TASK REQUIREMENTS
Copy the data. Keep every character as given.

[Dataset entries]
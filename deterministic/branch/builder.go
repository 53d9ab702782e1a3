package branch

import (
	"context"
	"fmt"
	"slices"

	"holdfast/deterministic"
	"holdfast/model"
)

// traced is a branch as traced.
type traced struct {
	spots  []spot
	closed bool
}

// anchor is a state's place on a branch: between spots at and at+1.
type anchor struct{ branch, at int }

// builder gathers branches.
type builder struct {
	*tracer
	branches []traced
	meetings []*crossing
	warnings []string
}

func newBuilder(ctx context.Context, n *model.Network, k Knob, samples []sample, o Options) *builder {
	f := newField(n, k)
	high, floor := boxOf(samples, f.n)
	if o.High != nil {
		high = o.High
	}
	line := follower{corrector: newCorrector(f), ruler: newRuler(floor, []Knob{k}), turns: []int{f.n}, most: o.Steps}
	return &builder{tracer: &tracer{frame: frame{line, f, []Knob{k}, high}, ctx: ctx, knob: k, kinks: f.kinks()}}
}

// build traces the branches of all states, today's first, then those that cross them.
func (b *builder) build(samples []sample) error {
	for i, s := range samples {
		for _, st := range s.states {
			_, ok, err := b.place(st.Amounts, s.value)
			if err != nil {
				return err
			}
			if st.Kind == deterministic.Degenerate && i == 0 {
				b.say("%s", b.degenerate(append(slices.Clone(st.Amounts), s.value)))
			}
			if !ok && st.Kind != deterministic.Degenerate {
				b.say("state %s at %s = %.6g could not be followed: %s", st.Name, b.knob.Name, s.value, b.reason(st.Amounts, s.value))
			}
		}
	}
	for i := 0; i < len(b.meetings); i++ {
		if err := b.branchOff(b.meetings[i]); err != nil {
			return err
		}
	}
	return nil
}

// degenerate says what a degenerate state of today is.
func (b *builder) degenerate(u []float64) string {
	for _, k := range b.kinks {
		if b.f.along(k, u) {
			return fmt.Sprintf("today's setting lies on a kink: at %.6g %s", u[:b.f.n], b.f.text(k))
		}
	}
	return fmt.Sprintf("today's setting lies on a fold, or where branches meet, to within rounding: at %.6g", u[:b.f.n])
}

// reason says why a state cannot be followed.
func (b *builder) reason(x []float64, value float64) string {
	u := append(slices.Clone(x), value)
	if b.outside(u) {
		return "it lies outside the box"
	}
	if r := b.f.rough(u); r != "" {
		return r
	}
	return "the equations are singular there"
}

// place finds a state's place on the branches, tracing a new one if need be; ok is
// false where the state is degenerate or outside the box.
func (b *builder) place(x []float64, value float64) (a anchor, ok bool, err error) {
	u := append(slices.Clone(x), value)
	if !b.hold(u, b.ruler.weights(u), b.f.n, value) || b.outside(u) {
		return a, false, nil
	}
	if a, ok := b.covered(u); ok {
		return a, true, nil
	}
	direction := make([]float64, len(u))
	direction[b.f.n] = 1
	start, ok := b.at(u, b.ruler.weights(u), direction)
	if !ok {
		return a, false, nil
	}
	index, err := b.both(start)
	return anchor{len(b.branches) - 1, index}, true, err
}

// both traces a branch to both sides of its start and gives the index before which,
// or at which, the start stands.
func (b *builder) both(start *place) (int, error) {
	for _, k := range b.kinks {
		if b.f.along(k, start.u) {
			b.say("a branch through %s = %.6g runs along a kink: %s", b.knob.Name, start.u[b.f.n], b.f.text(k))
		}
	}
	forth, err := b.trace(start)
	if err != nil {
		return 0, err
	}
	middle := b.spotAt(start.u, start.weight)
	if forth.closed {
		middle.mark = b.endMark(start.u, Closed, "")
		b.keep(traced{append(append([]spot{middle}, forth.spots...), middle), true})
		return 0, nil
	}
	back, err := b.trace(start.reversed())
	if err != nil {
		return 0, err
	}
	b.keep(traced{spots: join(back, middle, forth)})
	return max(min(len(back.spots), len(back.spots)+len(forth.spots)-1), 0), nil
}

// join puts two paths from one start together; where a path could not leave the
// start, its end mark is the start's.
func join(back *path, middle spot, forth *path) []spot {
	spots := slices.Clone(back.spots)
	slices.Reverse(spots)
	if len(back.spots) == 0 && middle.mark == nil {
		middle.mark = back.last.mark
	}
	if len(forth.spots) == 0 && middle.mark == nil {
		middle.mark = forth.last.mark
	}
	return append(append(spots, middle), forth.spots...)
}

// reversed is the place with its tangent the other way.
func (p *place) reversed() *place {
	q := *p
	q.tangent = make([]float64, len(p.tangent))
	for j, v := range p.tangent {
		q.tangent[j] = -v
	}
	q.sign = -p.sign
	return &q
}

// keep takes in a branch and notes where others cross it.
func (b *builder) keep(t traced) {
	b.branches = append(b.branches, t)
	for _, s := range t.spots {
		if s.meeting != nil {
			b.meet(s.meeting)
		}
		if s.mark != nil {
			b.warn(s.mark)
		}
	}
}

// warn says what a reader should know of a mark.
func (b *builder) warn(m *Mark) {
	text := ""
	switch m.Kind {
	case Lost:
		text = fmt.Sprintf("a branch could not be followed beyond %s = %.6g: %s", b.knob.Name, m.Knob, m.Text)
	case Kink:
		text = fmt.Sprintf("at %s = %.6g %s", b.knob.Name, m.Knob, m.Text)
	case BoxEdge:
		amount := m.Amounts[b.f.net.SpeciesIndex(m.Species)]
		text = fmt.Sprintf("a branch leaves the box at %s = %.6g, where %s reaches %.6g", b.knob.Name, m.Knob, m.Species, amount)
	default:
		return
	}
	b.say("%s", text)
}

// say adds a warning, once.
func (b *builder) say(format string, a ...any) {
	if text := fmt.Sprintf(format, a...); !slices.Contains(b.warnings, text) {
		b.warnings = append(b.warnings, text)
	}
}

func (b *builder) meet(c *crossing) {
	for _, o := range b.meetings {
		if distance(o.u, c.u, c.weight) < closeBy {
			return
		}
	}
	b.meetings = append(b.meetings, c)
}

// covered tells whether u is on a branch already, and where.
func (b *builder) covered(u []float64) (anchor, bool) {
	for k, t := range b.branches {
		for i := range len(t.spots) - 1 {
			if b.passes(t.spots[i].u, t.spots[i+1].u, u) {
				return anchor{k, i}, true
			}
		}
	}
	return anchor{}, false
}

ANSWER SPACE
filename deterministic/branch/builder.go
repository 53d9ab702782e1a3
package branch

import (
	"context"
	"fmt"
	"slices"

	"holdfast/deterministic"
	"holdfast/model"
)

// traced is a branch as traced.
type traced struct {
	spots  []spot
	closed bool
}

// anchor is a state's place on a branch: between spots at and at+1.
type anchor struct{ branch, at int }

// builder gathers branches.
type builder struct {
	*tracer
	branches []traced
	meetings []*crossing
	warnings []string
}

func newBuilder(ctx context.Context, n *model.Network, k Knob, samples []sample, o Options) *builder {
	f := newField(n, k)
	high, floor := boxOf(samples, f.n)
	if o.High != nil {
		high = o.High
	}
	line := follower{corrector: newCorrector(f), ruler: newRuler(floor, []Knob{k}), turns: []int{f.n}, most: o.Steps}
	return &builder{tracer: &tracer{frame: frame{line, f, []Knob{k}, high}, ctx: ctx, knob: k, kinks: f.kinks()}}
}

// build traces the branches of all states, today's first, then those that cross them.
func (b *builder) build(samples []sample) error {
	for i, s := range samples {
		for _, st := range s.states {
			_, ok, err := b.place(st.Amounts, s.value)
			if err != nil {
				return err
			}
			if st.Kind == deterministic.Degenerate && i == 0 {
				b.say("%s", b.degenerate(append(slices.Clone(st.Amounts), s.value)))
			}
			if !ok && st.Kind != deterministic.Degenerate {
				b.say("state %s at %s = %.6g could not be followed: %s", st.Name, b.knob.Name, s.value, b.reason(st.Amounts, s.value))
			}
		}
	}
	for i := 0; i < len(b.meetings); i++ {
		if err := b.branchOff(b.meetings[i]); err != nil {
			return err
		}
	}
	return nil
}

// degenerate says what a degenerate state of today is.
func (b *builder) degenerate(u []float64) string {
	for _, k := range b.kinks {
		if b.f.along(k, u) {
			return fmt.Sprintf("today's setting lies on a kink: at %.6g %s", u[:b.f.n], b.f.text(k))
		}
	}
	return fmt.Sprintf("today's setting lies on a fold, or where branches meet, to within rounding: at %.6g", u[:b.f.n])
}

// reason says why a state cannot be followed.
func (b *builder) reason(x []float64, value float64) string {
	u := append(slices.Clone(x), value)
	if b.outside(u) {
		return "it lies outside the box"
	}
	if r := b.f.rough(u); r != "" {
		return r
	}
	return "the equations are singular there"
}

// place finds a state's place on the branches, tracing a new one if need be; ok is
// false where the state is degenerate or outside the box.
func (b *builder) place(x []float64, value float64) (a anchor, ok bool, err error) {
	u := append(slices.Clone(x), value)
	if !b.hold(u, b.ruler.weights(u), b.f.n, value) || b.outside(u) {
		return a, false, nil
	}
	if a, ok := b.covered(u); ok {
		return a, true, nil
	}
	direction := make([]float64, len(u))
	direction[b.f.n] = 1
	start, ok := b.at(u, b.ruler.weights(u), direction)
	if !ok {
		return a, false, nil
	}
	index, err := b.both(start)
	return anchor{len(b.branches) - 1, index}, true, err
}

// both traces a branch to both sides of its start and gives the index before which,
// or at which, the start stands.
func (b *builder) both(start *place) (int, error) {
	for _, k := range b.kinks {
		if b.f.along(k, start.u) {
			b.say("a branch through %s = %.6g runs along a kink: %s", b.knob.Name, start.u[b.f.n], b.f.text(k))
		}
	}
	forth, err := b.trace(start)
	if err != nil {
		return 0, err
	}
	middle := b.spotAt(start.u, start.weight)
	if forth.closed {
		middle.mark = b.endMark(start.u, Closed, "")
		b.keep(traced{append(append([]spot{middle}, forth.spots...), middle), true})
		return 0, nil
	}
	back, err := b.trace(start.reversed())
	if err != nil {
		return 0, err
	}
	b.keep(traced{spots: join(back, middle, forth)})
	return max(min(len(back.spots), len(back.spots)+len(forth.spots)-1), 0), nil
}

// join puts two paths from one start together; where a path could not leave the
// start, its end mark is the start's.
func join(back *path, middle spot, forth *path) []spot {
	spots := slices.Clone(back.spots)
	slices.Reverse(spots)
	if len(back.spots) == 0 && middle.mark == nil {
		middle.mark = back.last.mark
	}
	if len(forth.spots) == 0 && middle.mark == nil {
		middle.mark = forth.last.mark
	}
	return append(append(spots, middle), forth.spots...)
}

// reversed is the place with its tangent the other way.
func (p *place) reversed() *place {
	q := *p
	q.tangent = make([]float64, len(p.tangent))
	for j, v := range p.tangent {
		q.tangent[j] = -v
	}
	q.sign = -p.sign
	return &q
}

// keep takes in a branch and notes where others cross it.
func (b *builder) keep(t traced) {
	b.branches = append(b.branches, t)
	for _, s := range t.spots {
		if s.meeting != nil {
			b.meet(s.meeting)
		}
		if s.mark != nil {
			b.warn(s.mark)
		}
	}
}

// warn says what a reader should know of a mark.
func (b *builder) warn(m *Mark) {
	text := ""
	switch m.Kind {
	case Lost:
		text = fmt.Sprintf("a branch could not be followed beyond %s = %.6g: %s", b.knob.Name, m.Knob, m.Text)
	case Kink:
		text = fmt.Sprintf("at %s = %.6g %s", b.knob.Name, m.Knob, m.Text)
	case BoxEdge:
		amount := m.Amounts[b.f.net.SpeciesIndex(m.Species)]
		text = fmt.Sprintf("a branch leaves the box at %s = %.6g, where %s reaches %.6g", b.knob.Name, m.Knob, m.Species, amount)
	default:
		return
	}
	b.say("%s", text)
}

// say adds a warning, once.
func (b *builder) say(format string, a ...any) {
	if text := fmt.Sprintf(format, a...); !slices.Contains(b.warnings, text) {
		b.warnings = append(b.warnings, text)
	}
}

func (b *builder) meet(c *crossing) {
	for _, o := range b.meetings {
		if distance(o.u, c.u, c.weight) < closeBy {
			return
		}
	}
	b.meetings = append(b.meetings, c)
}

// covered tells whether u is on a branch already, and where.
func (b *builder) covered(u []float64) (anchor, bool) {
	for k, t := range b.branches {
		for i := range len(t.spots) - 1 {
			if b.passes(t.spots[i].u, t.spots[i+1].u, u) {
				return anchor{k, i}, true
			}
		}
	}
	return anchor{}, false
}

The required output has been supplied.